# What needs to be done:
Collect each line of the entries that holds the string "dict".

# Material supplied:
—————

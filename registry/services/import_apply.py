"""The marks import, one mark at a time through the services: existing marks (``update``) and new marks
whose status needs a step after their positions (destroyed, suspect), or every mark with ``batch=False``.

See ``registry.services.imports`` for the rules (versions, supersession, suspicion).
"""

from __future__ import annotations

import datetime as dt
from typing import Any

from django.utils import timezone

from registry.errors import Conflict
from registry.io.common import POSITION_MODEL_FIELDS, MarkRecord
from registry.models import Mark, MarkStatus, Position, PositionState
from registry.services.import_checks import last_mark_change
from registry.services.import_report import ImportSummary
from registry.services.marks import mark_create, mark_set_status, mark_update
from registry.services.positions import position_propose_and_publish
from registry.services.suspect import mark_make_suspect


def _publish(actor, code: str, position: dict[str, Any], summary: ImportSummary) -> None:
    position_propose_and_publish(actor=actor, mark_code=code, data=dict(position), note="published by import")
    summary.positions_published += 1


def _same_position(stored: Position | None, wanted: dict[str, Any]) -> bool:
    if stored is None:
        return False
    return all(getattr(stored, name) == wanted.get(name) for name in POSITION_MODEL_FIELDS)


def nothing_to_apply(group: list[MarkRecord], mark: Mark | None, published: dict[tuple[int, int], Position]) -> bool:
    """Whether the rows of an existing mark (locked and read in this transaction) change nothing.

    True when the row's version is the stored one (or absent), its fields and status are the stored
    ones, neither the file nor the registry says suspect (those rows go through the suspicion rules),
    and every position is the published one of its frame: :func:`apply_mark` would then change
    nothing, so the import counts the mark unchanged without a statement.
    """
    if mark is None:
        return False
    first = group[0]
    if first.version is not None and first.version != mark.version:
        return False
    data = first.mark
    status = data.get("status")
    if MarkStatus.SUSPECT in (status, mark.status) or data.get("suspect_since") or data.get("suspect_reason"):
        return False
    if status is not None and status != mark.status:
        return False
    for name, value in data.items():
        if name not in ("code", "status") and getattr(mark, name) != value:
            return False
    return all(
        record.position is None
        or (
            record.frame_epsg is not None
            and _same_position(published.get((mark.pk, record.frame_epsg)), record.position)
        )
        for record in group
    )


def apply_mark(
    actor,
    group: list[MarkRecord],
    mark: Mark | None,
    note: str,
    summary: ImportSummary,
    at: list,
    *,
    locked: Mark | None = None,
    published: dict[tuple[int, int], Position] | None = None,
):
    """Apply the rows of one mark code; ``at[0]`` is the row being applied (for error reports).

    ``locked``: the mark's row, already locked and read in this transaction; ``published``: the
    published positions of the existing marks by (mark id, frame), read after the lock.
    Returns True when anything changed.
    """
    first = at[0] = group[0]
    data = dict(first.mark)
    suspect_since = data.pop("suspect_since", None)
    suspect_reason = data.pop("suspect_reason", None)
    status = data.get("status")
    any_position = any(r.position is not None for r in group)
    # A destroyed mark takes no new positions: publish first, record the destruction last.
    late_destroyed = status == MarkStatus.DESTROYED
    # A suspect mark becomes suspect through its own service, after the positions (publishing clears it).
    late_suspect = status == MarkStatus.SUSPECT
    changed = False
    was_suspect = False
    if mark is None:
        if late_destroyed and any_position:
            data["status"] = MarkStatus.ACTIVE
        else:
            late_destroyed = False
        if late_suspect:
            data["status"] = MarkStatus.ACTIVE
        mark = mark_create(actor=actor, data=data)
        changed = True
    else:
        # The check before the transaction read the versions; lock the mark and read them again.
        mark = locked if locked is not None else Mark.objects.select_for_update().get(pk=mark.pk)
        if first.version is not None and first.version != mark.version:
            raise Conflict(
                f"mark {mark.code} was changed while the file was being imported: file version {first.version}, "
                f"registry version {mark.version}, last changed {last_mark_change(mark)}",
                code="stale_row",
            )
        expected = first.version if first.version is not None else mark.version
        changes = {k: v for k, v in data.items() if k not in ("code", "status") and getattr(mark, k) != v}
        if changes:
            mark = mark_update(actor=actor, code=mark.code, expected_version=expected, changes=changes)
            expected, changed = mark.version, True
        # A suspect mark made active by the file: after its positions (a new one ends the suspicion).
        late_active = mark.status == MarkStatus.SUSPECT and status == MarkStatus.ACTIVE
        was_suspect = mark.status == MarkStatus.SUSPECT
        if status is not None and status != mark.status and not (late_destroyed or late_suspect or late_active):
            mark = mark_set_status(actor=actor, code=mark.code, status=status, expected_version=expected, note=note)
            changed = True
    for record in group:
        at[0] = record
        if record.position is None:
            continue
        if published is not None:  # read once for the file (each frame appears once per mark)
            stored = published.get((mark.pk, record.position["frame_epsg"]))
        else:
            stored = Position.objects.filter(
                mark=mark, frame_epsg=record.position["frame_epsg"], state=PositionState.PUBLISHED
            ).first()
        if not _same_position(stored, record.position):
            _publish(actor, mark.code, record.position, summary)
            changed = True
    at[0] = first
    if late_destroyed:
        mark.refresh_from_db()
        if mark.status != MarkStatus.DESTROYED:
            mark_set_status(
                actor=actor, code=mark.code, status=MarkStatus.DESTROYED, expected_version=mark.version, note=note
            )
            changed = True
    if not (late_suspect or (status == MarkStatus.ACTIVE and was_suspect)):
        return changed
    mark = Mark.objects.select_for_update().get(pk=mark.pk)
    if late_suspect:
        changed = _apply_suspect(actor, mark, suspect_since, suspect_reason, note) or changed
    elif status == MarkStatus.ACTIVE and mark.status == MarkStatus.SUSPECT:
        # still suspect after the file's positions: the status action refuses (suspect_needs_clearance)
        mark_set_status(actor=actor, code=mark.code, status=status, expected_version=mark.version, note=note)
    return changed


def _apply_suspect(actor, mark: Mark, since: dt.date | None, reason: str | None, note: str) -> bool:
    """The file says the mark is suspect: make it so (``services.suspect``), or check that it already is."""
    if mark.status == MarkStatus.SUSPECT:
        differ = [
            name
            for name, given, stored in (
                ("suspect_since", since, mark.suspect_since),
                ("suspect_reason", reason, mark.suspect_reason),
            )
            if given is not None and given != stored
        ]
        if differ:
            raise Conflict(
                f"mark {mark.code} is suspect since {mark.suspect_since} ({mark.suspect_reason}); the file gives "
                f"another {' and '.join(differ)}, which an import does not change",
                code="suspect_fields_differ",
            )
        return False
    if mark.status != MarkStatus.ACTIVE:
        raise Conflict(
            f"mark {mark.code} is {mark.status}; only an active mark can become suspect", code="suspect_not_applied"
        )
    return mark_make_suspect(
        mark=mark,
        reason=reason or "marked suspect in an imported file",
        since=since or timezone.now().date(),
        actor=actor,
        note=note,
    )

—————

# Answer below:
def _publish(actor, code: str, position: dict[str, Any], summary: ImportSummary) -> None:
    position_propose_and_publish(actor=actor, mark_code=code, data=dict(position), note="published by import")
def _same_position(stored: Position | None, wanted: dict[str, Any]) -> bool:
def nothing_to_apply(group: list[MarkRecord], mark: Mark | None, published: dict[tuple[int, int], Position]) -> bool:
    published: dict[tuple[int, int], Position] | None = None,
    data = dict(first.mark)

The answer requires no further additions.